An Astronomer Gives a Good Answer to a Silly Question
After a fourteen-year delay, the James Webb Space Telescope is set to launch on December 22nd. Dr. Heidi Hammel, who’s worked on the telescope for twenty years, was recently asked by a BBC interviewer, “Will the James Webb Space Telescope see God?”
She responded to that question in a webinar hosted by the Center for Advanced Studies in Religion and Science (CASIRAS). The webinar turned out to be an interesting intro to the telescope. She explained that the Webb telescope differs from Hubble in four ways. It is:
- Bigger – the mirror for Webb is 6.5 meters across, compared to 2.4 meters for Hubble. The mirror is how the telescope collects light, so the larger mirror will allow Webb to collect fainter light from farther distances. The Webb telescope is so large it had to be folded up to fit into the rocket that will take it up. It will take about 30 days to unfold as it travels out to its intended location.
- Redder – Webb will see redder wavelengths of light, meaning wavelengths beyond the visible spectrum. This will enable it to better see through the dust in space. To see star and planet formation, she explained, you have to be able to look through the dust.
- Colder – Webb will be kept at 50 K, which is -370 F. It will be kept cold by a large umbrella-like sunshade that will shield the telescope from the heat of the sun, earth, and moon. She said the sunshield has an SPF of about 1.5M.
- Further – Webb will be further away from the earth and the sun than Hubble. Its location will be 1.5M km out from earth.
The telescope is expected to be in place, aligned, and in service by summer, 2022. Astronomers hope to see light from the early universe, star formation, and planetary systems forming around stars. They also hope to probe the atmospheres of exoplanets by looking at the fingerprints of the light they emit.
After explaining the telescope, she took up the question, Will the telescope see God? I have no idea what Dr. Hammel believes about God, but I thought she gave a good response for that setting. First, she listed two things she does not expect to see. We won’t see a big guy in the sky with white hair and a beard, she said. And we won’t see a celestial city, or City of God, which she jokingly called “Heaven’s Gate.” Check. I wasn’t expecting to see those things either.
Then she turned the question back around: How does one “see” God? Can one see God? Are these even reasonable questions? Indeed, these are profound questions, but here’s how her answer went:
- Do you see God in the beauty of creation? she asked. If so, then you may see God in the vast, ethereal reaches of the cosmos.
- Do you see God in the waters that surround us and give us life? If so, then you may see God in the cosmic oceans of gas and dust in space.
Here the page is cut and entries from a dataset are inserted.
#ifndef CONVELOPE_TESTS_PUBLISHED_FLUID_ROWS_HPP
#define CONVELOPE_TESTS_PUBLISHED_FLUID_ROWS_HPP

#include <doctest/doctest.h>

#include <cstdlib>
#include <fstream>
#include <span>
#include <string>
#include <vector>

#include "../fluids/close_to.hpp"
#include "convelope/catalogue/find.hpp"

// Published check values of fluids, one a line:
// fluid,inputs,quantity,expected,rel_tol,origin with inputs as in T=300;p=1e5.

namespace fluid_rows {

struct row {
  std::string fluid;
  std::string inputs;
  std::string quantity;
  std::string expected;
  std::string rel_tol;
  std::string origin;
};

/// What stands before `mark`, taken off the front of `text`.
inline std::string take(std::string& text, char mark) {
  const std::size_t end = text.find(mark);
  std::string head = text.substr(0, end);
  text = end == std::string::npos ? "" : text.substr(end + 1);
  return head;
}

inline row row_of(std::string line) {
  row r;
  r.fluid = take(line, ',');
  r.inputs = take(line, ',');
  r.quantity = take(line, ',');
  r.expected = take(line, ',');
  r.rel_tol = take(line, ',');
  r.origin = line;
  return r;
}

/// A file of tests/published; none if it can't be read or its head is another.
inline std::vector<row> read(const std::string& name) {
  std::vector<row> rows;
  std::ifstream file(CONVELOPE_SOURCE_DIR "/tests/published/" + name);
  std::string line;
  if (!std::getline(file, line) || line != "fluid,inputs,quantity,expected,rel_tol,origin") {
    return rows;
  }
  while (std::getline(file, line)) {
    if (!line.empty()) rows.push_back(row_of(line));
  }
  return rows;
}

inline bool is_number(const std::string& text, double& value) {
  char* end = nullptr;
  value = std::strtod(text.c_str(), &end);
  return !text.empty() && *end == 0;
}

/// What is wrong with a row, or "".
inline std::string complaint(const row& r, std::span<const convelope::catalogue::entry> entries) {
  using namespace convelope;
  const catalogue::match m = catalogue::find(entries, "fluid/" + r.fluid, r.quantity);
  if (m.how == catalogue::found::no_such_id) return "no such fluid: " + r.fluid;
  if (m.how != catalogue::found::one) return "not one quantity: " + r.quantity;
  const correlation_info& info = *m.which->info;
  std::vector<double> x(catalogue::most_inputs, 0.0);
  std::vector<bool> given(catalogue::most_inputs, false);
  std::string rest = r.inputs;
  while (!rest.empty()) {
    std::string value = take(rest, ';');
    const std::string key = take(value, '=');
    int i = 0;
    while (i < info.input_count && key != info.inputs[i].key) ++i;
    if (i == info.input_count) return "no such input: " + key;
    const auto at = static_cast<std::size_t>(i);
    if (given[at] || !is_number(value, x[at])) return "not one number: " + key;
    given[at] = true;
  }
  for (int i = 0; i < info.input_count; ++i) {
    const auto at = static_cast<std::size_t>(i);
    if (given[at]) continue;
    if (!info.inputs[i].optional) return std::string("input left out: ") + info.inputs[i].key;
    x[at] = info.inputs[i].otherwise;
  }
  double expected = 0.0;
  double tolerance = 0.0;
  if (!is_number(r.expected, expected)) return "not a number: " + r.expected;
  if (!is_number(r.rel_tol, tolerance) || !(tolerance > 0.0 && tolerance < 0.5)) {
    return "not a tolerance: " + r.rel_tol;
  }
  if (r.origin.empty()) return "no origin";
  const double seen = m.which->evaluate(x.data()).value;
  if (!close_to(seen, expected, tolerance)) {
    return "off by " + std::to_string(100.0 * (seen / expected - 1.0)) + " %";
  }
  return "";
}

/// Every row of the file holds, and there are `count` of them.
inline void check(const std::string& name, std::size_t count,
                  std::span<const convelope::catalogue::entry> entries) {
  const std::vector<row> rows = read(name);
  CHECK(rows.size() == count);
  for (const row& r : rows) {
    CAPTURE(r.fluid);
    CAPTURE(r.inputs);
    CAPTURE(r.quantity);
    CAPTURE(r.origin);
    CHECK(complaint(r, entries) == "");
  }
}

/// The reader itself: a good row (its expected value true) passes, and each mistake is seen.
inline void check_reader(const row& good, std::span<const convelope::catalogue::entry> entries) {
  CHECK(complaint(good, entries) == "");
  const auto bad = [&](auto change) {
    row r = good;
    change(r);
    CHECK(complaint(r, entries) != "");
  };
  bad([](row& r) { r.fluid = "no-such-fluid"; });
  bad([](row& r) { r.quantity = "no-such-quantity"; });
  bad([](row& r) { r.inputs += ";no-such-key=1"; });
  bad([](row& r) { r.inputs = ""; });
  bad([](row& r) { r.inputs += "x"; });
  bad([](row& r) { r.expected = "1e300"; });
  bad([](row& r) { r.expected = ""; });
  bad([](row& r) { r.rel_tol = "0"; });
  bad([](row& r) { r.origin = ""; });
  CHECK(read("no_such_file.csv").empty());
}

}  // namespace fluid_rows

#endif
- Do you see God in the patterns of nature, such as a snail’s shell, or a fiddlehead fern, or a hurricane? If that is how God manifests for you, then you will see these same patterns in the swirling galaxies of space.
Her response, in essence, said that what you see will be determined by what you already believe. When it comes to matters of God, I think this is often true.
To wrap up, she showed some images of deep space from Hubble. “I just want to let some of the pictures speak for themselves,” she said. Alongside the images, she quoted Psalm 19 ("The heavens declare the glory of God; the skies proclaim the work of his hands") and commented,
"Hubble alone has sent us remarkable views of the heavens. And they are articulating that work. … It is all there for us to explore, to expand our knowledge, and to glory in. To me, this is just an opportunity for us to peer deeper and further and more joyfully into the universe.”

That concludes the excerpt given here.